The tendency to focus on the development side, deploying code frequently and iterating as issues occur is an unsustainable hinderance to reliability. The most useful thing we can do for company benefit and system reliability is to improve our process.
Let’s start by updating our fire drill methodology to match our constantly-changing architecture. Instead of assuming we have an up-to-the-minute accurate map of the building, begin by assuming we don’t.
We must give the operations side of DevOps its proper respect and focus. Provide our teams with the time they need to fix the things they learned about in the last failure. We don’t mean simply implementing quick fixes, but really taking the lessons learned and allowing them to system reliability by preventing that same failure from impacting the system again in the future. Let them create fire escapes that move along with the system, reacting to changes and being available even when our architecture is evolving rapidly.
Next, as things stabilize a bit, explore our systems. What if we could safely introduce these failures at different points in your processes, but on our own terms?
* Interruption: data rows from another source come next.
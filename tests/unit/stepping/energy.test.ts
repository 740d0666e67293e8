/** Heat is kept: by the audit of every scheme at every step, and by a balance that knows nothing of the audit. */
import { describe, expect, it } from 'vitest';
import { stencilAt, type FieldPoints } from '../../../solver/grid';
import type { Exposure, Project, Settings } from '../../../solver/model';
import { createRun, type Step } from '../../../solver/stepping';
import { course, film, flux, held, insulated, toTheEnd, wall, type LayerSpec, type StageSpec } from '../../support';

const steel: LayerSpec = { thickness: 0.01, conductivity: 45, density: 7850, heatCapacity: 500 };
const brick: LayerSpec = { thickness: 0.05, conductivity: 1.2, density: 2000, heatCapacity: 900 };
const layers: LayerSpec[] = [brick, { ...steel, contact: 1e-3 }, brick];

const changing: Exposure = {
  kind: 'film',
  coefficient: course(10, [{ to: 80, duration: 300 }, { hold: 200 }, { to: 20, duration: 0 }, { hold: 100 }]),
  surroundings: course(20, [
    { to: 600, duration: 400 },
    { to: 100, duration: 200 },
  ]),
};
const cycles: [string, StageSpec[]][] = [
  ['films that change, and jump', [{ lasts: 600, start: changing, end: film(10, 20) }]],
  [
    'a flux, then a quench',
    [
      { lasts: 300, start: flux(20000) },
      { lasts: 300, start: film(800, 20), end: film(800, 20) },
    ],
  ],
  [
    'a held face that jumps, follows a ramp, and is let go',
    [
      { lasts: 200, start: held(300), end: held(20) },
      { lasts: 200, start: { kind: 'temperature', temperature: course(300, [{ to: 500, duration: 150 }]) }, end: held(20) },
      { lasts: 200, start: film(10, 20), end: insulated },
    ],
  ],
  ['nothing at all', [{ lasts: 600 }]],
];
const schemes: [string, Partial<Settings>][] = [
  ['automatic', { scheme: 'automatic', accuracy: 0.1 }],
  ['automatic, coarse', { scheme: 'automatic', accuracy: 10 }],
  ['automatic on cells', { scheme: 'automatic', grid: { cells: 5 } }],
  ['explicit', { scheme: 'explicit', step: 0.1, grid: { nodes: 5 } }],
  ['explicit on cells', { scheme: 'explicit', step: 0.1, grid: { cells: 4 } }],
  ['implicit', { scheme: 'implicit', step: 20, grid: { nodes: 6 } }],
  ['Crank–Nicolson', { scheme: 'crankNicolson', step: 20, grid: { nodes: 6 } }],
  ['Crank–Nicolson, plain, on cells', { scheme: 'crankNicolson', step: 20, dampedSteps: 0, grid: { cells: 6 } }],
];

describe.each(schemes)('the audit of %s', (_, settings) => {
  it.each(cycles)('closes to 1e-9 at every step: %s', (_cycle, stages) => {
    let worst = 0;
    let lag = 0;
    const run = createRun(wall({ layers, initial: [20, 20, 250], stages, settings }), () => {
      const { closure, lag_K } = run.energy();
      worst = Math.max(worst, closure);
      lag = Math.max(lag, lag_K);
    });
    expect(toTheEnd(run).reason).toBe('finished');
    expect(worst).toBeLessThan(1e-9);
    expect(lag).toBeLessThan(1e-6);
    const { in_J, stored_J, byFace_J } = run.energy();
    expect(byFace_J.start + byFace_J.end).toBe(in_J);
    expect(Math.abs(stored_J - in_J)).toBeLessThan(1e-6 + 1e-9 * (Math.abs(byFace_J.start) + Math.abs(byFace_J.end)));
  });
});

describe('the audit', () => {
  it('has a closure of 0 where nothing is exchanged, though layers at different temperatures even out', () => {
    const run = createRun(wall({ layers, initial: [20, 20, 250], stages: [{ lasts: 600 }] }), () => undefined);
    toTheEnd(run);
    expect(run.energy()).toMatchObject({ basis: 'J/m²', in_J: 0, closure: 0 });
    expect(Math.abs(run.energy().stored_J)).toBeLessThan(1e-12 * 0.05 * 2000 * 900 * 230);
  });

  it('is that of the heat content of the first step after a quench, with next to nothing exchanged', () => {
    const closures: number[] = [];
    const run = createRun(wall({ layers, initial: 850, stages: [{ lasts: 60, start: film(4000, 20) }] }), () => {
      closures.push(run.energy().closure);
    });
    run.advance();
    expect(run.time).toBeLessThan(0.01);
    expect(closures[0]).toBeLessThan(1e-9);
  });
});

const GAUSS = [
  [0.046910077030668, 0.118463442528095],
  [0.230765344947158, 0.239314335249683],
  [0.5, 0.284444444444444],
  [0.769234655052842, 0.239314335249683],
  [0.953089922969332, 0.118463442528095],
];

/** Heat content from a reported field alone, J/m²: its own polynomials, integrated point to point. */
function heatContent(points: FieldPoints, field: Float64Array): number {
  let heat = 0;
  layers.forEach(({ density, heatCapacity }, layer) => {
    for (let i = points.layerStart[layer]; i + 1 < points.layerStart[layer + 1]; i++) {
      const width = points.position[i + 1] - points.position[i];
      for (const [place, weight] of GAUSS) {
        const stencil = stencilAt(points, points.position[i] + place * width, layer);
        const temperature = stencil.points.reduce((sum, point, j) => sum + stencil.weights[j] * field[point], 0);
        heat += weight * width * density * heatCapacity * temperature;
      }
    }
  });
  return heat;
}

/** Heat through both faces in a step by the fluxes of its dense output, J/m². */
const heatIn = (step: Step): { net: number; gross: number } => {
  let net = 0;
  let gross = 0;
  for (const [place, weight] of GAUSS) {
    const [start, end] = [step.faceFluxAt('start', place), step.faceFluxAt('end', place)];
    net += weight * (step.to - step.from) * (start + end);
    gross += weight * (step.to - step.from) * (Math.abs(start) + Math.abs(end));
  }
  return { net, gross };
};

describe('a balance from reported temperatures and fluxes alone', () => {
  const project = (settings: Partial<Settings>): Project =>
    wall({
      layers,
      initial: 20,
      stages: [
        {
          lasts: 1800,
          start: { kind: 'film', coefficient: 60, surroundings: course(20, [{ to: 600, duration: 1200 }]) },
          end: film(15, 20),
        },
      ],
      settings,
    });

  it.each<[string, Partial<Settings>, number]>([
    ['automatic', { scheme: 'automatic', accuracy: 0.01 }, 3e-5],
    ['automatic with 1 K', { scheme: 'automatic', accuracy: 1 }, 3e-3],
    ['explicit', { scheme: 'explicit', step: 0.2, grid: { nodes: [21, 5, 21] } }, 1e-3],
    ['implicit', { scheme: 'implicit', step: 1, grid: { nodes: [41, 21, 41] } }, 1e-3],
    ['Crank–Nicolson', { scheme: 'crankNicolson', step: 5, grid: { nodes: [41, 21, 41] } }, 3e-4],
    ['Crank–Nicolson on cells', { scheme: 'crankNicolson', step: 5, grid: { cells: [40, 20, 40] } }, 3e-4],
  ])('agrees with what was stored: %s', (_, settings, tolerance) => {
    let net = 0;
    let gross = 0;
    let last = new Float64Array();
    const run = createRun(project(settings), (step) => {
      const heat = heatIn(step);
      net += heat.net;
      gross += heat.gross;
      last = Float64Array.from(step.after);
    });
    toTheEnd(run);
    const stored = heatContent(run.points, last) - heatContent(run.points, run.start);
    expect(gross).toBeGreaterThan(1e6);
    expect(Math.abs(stored - net)).toBeLessThan(tolerance * gross);
    // The audit's figures as well, each by its own.
    expect(Math.abs(stored - run.energy().stored_J)).toBeLessThan(tolerance * gross);
    expect(Math.abs(net - run.energy().in_J)).toBeLessThan(tolerance * gross);
  });

  it('agrees for a held face, whose flux is the rate of the heat sent through it', () => {
    let net = 0;
    const plan = wall({
      layers,
      initial: 20,
      stages: [{ lasts: 900, start: { kind: 'temperature', temperature: course(20, [{ to: 400, duration: 600 }]) } }],
    });
    for (const settings of [
      { scheme: 'automatic' },
      { scheme: 'implicit', step: 1, grid: { nodes: 21 } },
    ] as Partial<Settings>[]) {
      net = 0;
      const run = createRun({ ...plan, settings: { ...plan.settings, ...settings } }, (step) => {
        net += heatIn(step).net;
      });
      toTheEnd(run);
      expect(net / run.energy().in_J).toBeCloseTo(1, 6);
    }
  });
});
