/** Opens an address in the person's own browser, if this machine has one to show. */
import { spawn } from 'node:child_process';

/** The program that opens an address, or null where there is no screen to open it on. */
export function openerFor(
  platform: NodeJS.Platform,
  environment: NodeJS.ProcessEnv,
): [program: string, ...args: string[]] | null {
  if (platform === 'darwin') return ['open'];
  if (platform === 'win32') return ['cmd', '/c', 'start', ''];
  return environment['DISPLAY'] === undefined && environment['WAYLAND_DISPLAY'] === undefined ? null : ['xdg-open'];
}

/** True if a browser was asked; whether it came up cannot be known. */
export function openBrowser(url: string): Promise<boolean> {
  const opener = openerFor(process.platform, process.env);
  if (opener === null) return Promise.resolve(false);
  const [program, ...args] = opener;
  return new Promise((resolve) => {
    const child = spawn(program, [...args, url], { stdio: 'ignore', detached: true });
    child.once('error', () => resolve(false));
    child.once('spawn', () => {
      child.unref();
      resolve(true);
    });
  });
}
We could use what we learn to proactively design and modify software and infrastructure to handle those failures, preventing overall system downtime and customer impacts. Set a little fire somewhere and see if our fire escapes are adequate. If not, enhance them or build more. Preventing many production outages is possible, with the right attention.
Even when we have time or money constraints preventing us from redesigning our software or infrastructure, we do have the ability to create a more graceful experience for our customers.
We can start with better observability by monitoring things we know have caused problems in the past and setting alerts at levels below where we have seen previous failures, giving time to compensate before customers are ever impacted.
We can combine that monitoring with simple Chaos Engineering experiments in small parts of our system, limiting the blast radius so that only what we are testing is impacted. What we learn from these experiments will help us enhance system reliability by enabling us to find and fix small things while they are still small.
Fixing many small things adds up to major improvement over time. Taking the time to make the fixes seems difficult to schedule in, but when we do, we ultimately save ourselves more time than we spend. We can use that time to improve processes and reliability across our entire system.
Most of us find that we have time to better train new hires and get them up to speed more quickly. We find our teams gain greater confidence. It is faster and easier to learn how to do things like transfer a service or fix a found technical issue.
This sounds like maturity and it is attainable.
Introducing controlled failure accelerates the adoption of good SRE practices and helps the operations side of our practices mature more quickly.
Operations teams mature and learn from failure, whether they are traditional ops or DevOps. We can let this happen by serendipity, when unexpected production failures happen and are fixed. Better yet, we can accelerate this maturing process by inducing failure in small ways and learning from it.
You get better at responding to fires each time they happen. You always learn something new. However, we would rather not burn down a building or cause catastrophic damage to get this information, and there is no need to wait for spontaneous combustion to cause late night pager calls to engineers. Gremlin helps companies figure out how to safely design chaos experiments and learn through failure while also helping our teams mature more quickly and intentionally. This helps all of us make our systems more reliable and our customers happier, and that is what we really want.